Será que este é o século da fome? artigo de Marinella Castro e Sandra Kiefer
Crise reduz em 25% doação de alimentos às nações pobres. Com isso, sobra estoque nos países produtores, como o Brasil
[Estado de Minas] Os países mais ricos, responsáveis pelos donativos às nações que enfrentam a fome, não pagaram a conta deste ano. Com a crise financeira global, as potências mundiais fizeram um estranho ajuste no orçamento. Decidiram cortar a verba mais básica de todas: os recursos destinados à compra de alimentos. Este ano, segundo cálculos do Fundo Monetário Internacional (FMI), a ajuda financeira aos 71 países mais pobres vai cair 25%. O resultado da medida está no último relatório da Organização das Nações Unidas (ONU), que aponta para um crescimento de 100 milhões no número de homens, mulheres e crianças famintas em todo o mundo, o que eleva o contingente para mais de 1 bilhão de pessoas e faz com que os tempos atuais concorram ao título de século da fome.
Países como o Brasil, grandes produtores de alimentos e que assumem a posição de supridores dos estoques mundiais de comida, enfrentam a desvalorização surpreendente no preço dos grãos e da carne bovina, um reflexo da demanda em queda e também dos cortes para aquisição mundial de alimentos. Enquanto a fome espreita os países mais pobres, sobram alimentos na produção. Este ano, o valor bruto da safra brasileira já despencou mais de 10%.
Dados da Federação da Agricultura e Pecuária de Minas Gerais (Faemg) mostram que o abate de bovinos caiu 23% no país, maior exportador mundial de carne. Este ano, o milho já se desvalorizou 23%. Até a soja, que bateu recorde nas cotações de 2008, está 4% mais barata. “O problema da fome é de quem paga a conta. A ONU deveria demonstrar o prestígio que tem, angariando os fundos necessários para a compra de alimentos. Os países doadores fazem uma conta que o estômago não entende”, critica o secretário de Agricultura, Pecuária e Abastecimento de Minas Gerais, Gilman Viana. Segundo ele, há urgência em criar uma contribuição compulsória e o mais importante: “Com penalidades para quem descumprir a regra”.

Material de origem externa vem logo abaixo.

import { readFileSync } from "node:fs";
import fc from "fast-check";
import { describe, expect, it } from "vitest";
import { type ParsedSet, type ParsedText, parseElementSets } from "@/lib/formats/element-sets";
import { elementsToOmm } from "@/lib/formats/elements-to-omm";
import { makeOrbit } from "@/lib/physics/orbit/propagate";

/** 1,200 sets as published by CelesTrak in October 2021. */
const LINES = readFileSync("../shared/reference/published-debris-2021.tle", "latin1").trimEnd().split("\n");
const SETS = Array.from({ length: 1200 }, (_, i) => LINES.slice(3 * i, 3 * i + 3));
const OMMS = parseElementSets(LINES.join("\n")).accepted.map((s) => elementsToOmm(s.elements));

const anySet = fc.integer({ min: 0, max: SETS.length - 1 }).map((i) => (SETS[i] ?? []).join("\n"));
const anyOmm = fc.integer({ min: 0, max: OMMS.length - 1 }).map((i) => JSON.stringify(OMMS[i], null, 1));

/** The same sets in the other encodings, as a test writes them. */
const anyEncoded = fc
  .tuple(fc.integer({ min: 0, max: OMMS.length - 1 }), fc.constantFrom("kvn", "xml", "csv"))
  .map(([i, form]) => {
    const entries = Object.entries(OMMS[i] ?? {});
    if (form === "kvn") return entries.map(([k, v]) => `${k} = ${v}`).join("\n");
    if (form === "csv")
      return `${entries.map(([k]) => k).join(",")}\n${entries.map(([, v]) => `"${v}"`).join(",")}`;
    const leaves = entries.filter(([k]) => k !== "CCSDS_OMM_VERS").map(([k, v]) => `<${k}>${v}</${k}>`);
    return `<ndm><omm version="3.0"><body>${leaves.join("\n")}</body></omm></ndm>`;
  });

/** A text with some characters replaced, taken out or put in. */
function damaged(text: fc.Arbitrary<string>): fc.Arbitrary<string> {
  const character = fc.oneof(
    fc.constantFrom(...'0123456789 .-+AIOZ\n\r\t\u00A0\0{}[]":,'),
    fc.string({ unit: "binary", minLength: 1, maxLength: 1 }),
  );
  const edit = fc.record({
    at: fc.double({ min: 0, max: 1, noNaN: true }),
    drop: fc.nat({ max: 2 }),
    put: fc.option(character),
  });
  return fc.tuple(text, fc.array(edit, { minLength: 1, maxLength: 4 })).map(([whole, edits]) =>
    edits.reduce((now, { at, drop, put }) => {
      const index = Math.floor(at * now.length);
      return now.slice(0, index) + (put ?? "") + now.slice(index + drop);
    }, whole),
  );
}

/** The checksum in its own words: digits count themselves, minus signs one, over the first 68 columns. */
function checksum(line: string): string {
  const sum = Array.from(line.slice(0, 68)).reduce(
    (total, c) => total + (c === "-" ? 1 : Number(/\d/.exec(c)?.[0] ?? 0)),
    0,
  );
  return String(sum % 10);
}

function expectSound(set: ParsedSet, text: string): void {
  const { objectName, objectId, ...numbers } = set.elements;
  for (const value of Object.values(numbers)) expect(Number.isFinite(value)).toBe(true);
  for (const name of [objectName, objectId]) expect(name ?? "").not.toMatch(/\p{Cc}/u);
  expect(numbers.catalogNumber).toBeGreaterThan(0);
  expect(numbers.catalogNumber).toBeLessThanOrEqual(999_999_999);
  expect(numbers.eccentricity).toBeLessThan(1);
  expect(makeOrbit(set.elements).ok).toBe(true);
  expect(set.line).toBeGreaterThan(0);
  expect(set.raw).not.toContain("\0");
  if (set.format !== "tle") {
    // The raw text of a CSV set is two lines that need not follow each other.
    for (const part of set.format === "omm-csv" ? set.raw.split(/\r\n|\n|\r/) : [set.raw])
      expect(text).toContain(part);
    return;
  }
  const [line1 = "", line2 = ""] = set.raw.split(/\r\n|\n|\r/).slice(-2);
  expect(line1.charAt(68)).toBe(checksum(line1));
  expect(line2.charAt(68)).toBe(checksum(line2));
}

function expectAllSound(text: string): ParsedText {
  const result = parseElementSets(text);
  for (const set of result.accepted) expectSound(set, text);
  const lines = text.split(/\r\n|\n|\r/).length;
  for (const { line, column, message, raw } of result.rejected) {
    expect(line).toBeGreaterThanOrEqual(1);
    expect(line).toBeLessThanOrEqual(lines);
    expect(column).toBeGreaterThanOrEqual(1);
    expect(message).toMatch(/\.$/);
    // Messages go into pages and mails: plain printable text, whatever the file held.
    expect(message).toMatch(/^[ -~…]+$/);
    expect(raw.length).toBeLessThanOrEqual(4_000);
  }
  expect(result.accepted.length + result.rejected.length).toBeGreaterThan(0);
  return result;
}

describe("reading element sets", () => {
  it("never throws and never takes anything unsound, whatever the text", () => {
    fc.assert(
      fc.property(fc.string({ unit: "binary", maxLength: 400 }), (text) => void expectAllSound(text)),
      { numRuns: 1_000 },
    );
    fc.assert(
      fc.property(
        fc.uint8Array({ maxLength: 400 }),
        (bytes) => void expectAllSound(Buffer.from(bytes).toString("utf8")),
      ),
      { numRuns: 1_000 },
    );
  });

  it("never takes anything unsound from damaged sets", () => {
    fc.assert(
      fc.property(damaged(anySet), (text) => void expectAllSound(text)),
      { numRuns: 3_000 },
    );
  });

  it("never takes anything unsound from damaged OMMs", () => {
    fc.assert(
      fc.property(damaged(anyOmm), (text) => void expectAllSound(text)),
      { numRuns: 3_000 },
    );
    fc.assert(
      fc.property(damaged(fc.json()), (text) => void expectAllSound(text)),
      { numRuns: 1_000 },
    );
  });

  it("takes the undamaged in every encoding, and nothing unsound from the damaged", () => {
    fc.assert(
      fc.property(anyEncoded, (text) => {
        expect(expectAllSound(text).rejected).toEqual([]);
      }),
      { numRuns: 300 },
    );
    fc.assert(
      fc.property(damaged(anyEncoded), (text) => void expectAllSound(text)),
      { numRuns: 3_000 },
    );
    const lead = fc.constantFrom(
      "{",
      "[{",
      "<",
      "<omm>",
      "<!--",
      "A = ",
      "CCSDS_OMM_VERS = 3.0\n",
      "EPOCH,BSTAR,NORAD_CAT_ID,X\n",
      "1 ",
    );
    fc.assert(
      fc.property(
        lead,
        fc.string({ unit: "binary", maxLength: 200 }),
        (head, rest) => void expectAllSound(head + rest),
      ),
      { numRuns: 3_000 },
    );
  });

  it("takes no line of which a digit was changed", () => {
    const change = fc.record({
      set: fc.integer({ min: 0, max: SETS.length - 1 }),
      line: fc.constantFrom(1, 2),
      column: fc.integer({ min: 3, max: 69 }),
      by: fc.integer({ min: 1, max: 9 }),
    });
    fc.assert(
      fc.property(change, ({ set, line, column, by }) => {
        const lines = [...(SETS[set] ?? [])];
        const old = lines[line] ?? "";
        const digit = old.charAt(column - 1);
        fc.pre(/\d/.test(digit));
        lines[line] = old.slice(0, column - 1) + String((Number(digit) + by) % 10) + old.slice(column);
        const { accepted, rejected } = parseElementSets(lines.join("\n"));
        expect(accepted).toEqual([]);
        expect(rejected).toHaveLength(1);
        expect(rejected[0]?.line).toBeGreaterThan(1);
      }),
      { numRuns: 1_000 },
    );
  });

  it("takes the good sets around a damaged one, each unchanged", () => {
    fc.assert(
      fc.property(anySet, damaged(anySet), anySet, (before, bad, after) => {
        fc.pre(!bad.includes("#"));
        const text = `${before}\n${bad}\n${after}\n`;
        const raws = expectAllSound(text).accepted.map((s) => s.raw);
        // The name of the set after it may fall to a damaged one that ends in a stray line; its two lines may not.
        expect(raws[0]).toBe(before);
        const lastTwo = (raw: string | undefined) => raw?.split("\n").slice(-2).join("\n");
        expect(lastTwo(raws.at(-1))).toBe(lastTwo(after));
      }),
      { numRuns: 1_000 },
    );
  });

  it("takes the good objects around a damaged one in a JSON list with line breaks", () => {
    // A quote put in or taken out turns the text inside out, so that the next brace may count as text; it is left alone here.
    fc.assert(
      fc.property(anyOmm, damaged(anyOmm), anyOmm, (before, bad, after) => {
        fc.pre((bad.match(/["\\{}[\]]/g) ?? []).join("") === (before.match(/["\\{}[\]]/g) ?? []).join(""));
        const raws = expectAllSound(`[${before},\n${bad},\n${after}]`).accepted.map((s) => s.raw);
        expect(raws[0]).toBe(before);
        expect(raws.at(-1)).toBe(after);
      }),
      { numRuns: 1_000 },
    );
  });

  it("gives the same elements after export and import as OMM JSON", () => {
    const part = (max: number) => fc.double({ min: 0, max, noNaN: true });
    const elements = fc.record({
      catalogNumber: fc.integer({ min: 1, max: 999_999_999 }),
      objectName: fc.option(fc.constantFrom("DEB 1", "Ä 2", 'A "B" \\ C')),
      objectId: fc.option(fc.constant("2031-001A")),
      epochMs: fc.integer({ min: 0, max: 4_102_444_800_000 }),
      meanMotionRevPerDay: fc.double({ min: 1, max: 13, noNaN: true }),
      eccentricity: part(0.05),
      inclinationDeg: part(180),
      raanDeg: part(360),
      argPericenterDeg: part(360),
      meanAnomalyDeg: part(360),
      bstar: part(1e-3),
      meanMotionDot: part(1e-3),
      meanMotionDdot: part(1e-6),
    });
    fc.assert(
      fc.property(elements, (given) => {
        // Some sets in range have no state, such as deep-space ones with an inclination of 1e-322 degrees.
        fc.pre(makeOrbit(given).ok);
        const { accepted, rejected } = parseElementSets(JSON.stringify(elementsToOmm(given)));
        expect(rejected).toEqual([]);
        expect(accepted[0]?.elements).toEqual(given);
      }),
      { numRuns: 500 },
    );
  });
});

A crise financeira bateu com mais força nos mais fracos, já que a repercussão foi imediata na verba que garante a ração mínima. O severo corte feito pelos países doadores foi o maior já visto por organizações internacionais. O Programa Mundial de Alimentos (WFP, na sigla em inglês), uma das maiores organizações do mundo, foi surpreendido com o declínio do orçamento. A entidade havia se preparado para alimentar 108 milhões de pessoas em 74 países. No entanto, como expõe em nota oficial, o orçamento caiu para menos da metade. Até agora, a arrecadação esperada de US$ 6,7 bilhões não passa de US$ 2,9 bilhões. “Por muitas décadas, a WFP vem alimentando 10% dos famintos do mundo, mas este ano, pela primeira vez, a agência não será capaz de cumprir o seu objetivo”, alerta a nota.
Distante da fome mundial, mas acompanhando de perto as cotações internacionais, o agricultor Cássio Queiroz cultiva milho em Paracatu, no Noroeste de Minas. Ele vende sementes para multinacionais e este ano já percebeu que a demanda caiu drasticamente. “Em relação ao ano passado, a saca de 50 quilos do milho caiu de R$ 21 para R$ 16 até agora”, comenta.
“A fome não está relacionada com a produção de alimentos nem ao aumento populacional, mas a questões políticas, econômicas e de logística”, aponta o professor de relações internacionais da PUC Minas Rodrigo Teixeira. Segundo ele, no contexto mundial, o Brasil se posiciona como celeiro de alimentos, já que ocupa posição de destaque na produção de grãos e de carne. “Na discussão da fome mundial, o Brasil deve se posicionar como supridor”, completa o secretário Gilman Viana.
* Artigo originalmente publicado no Estado de Minas.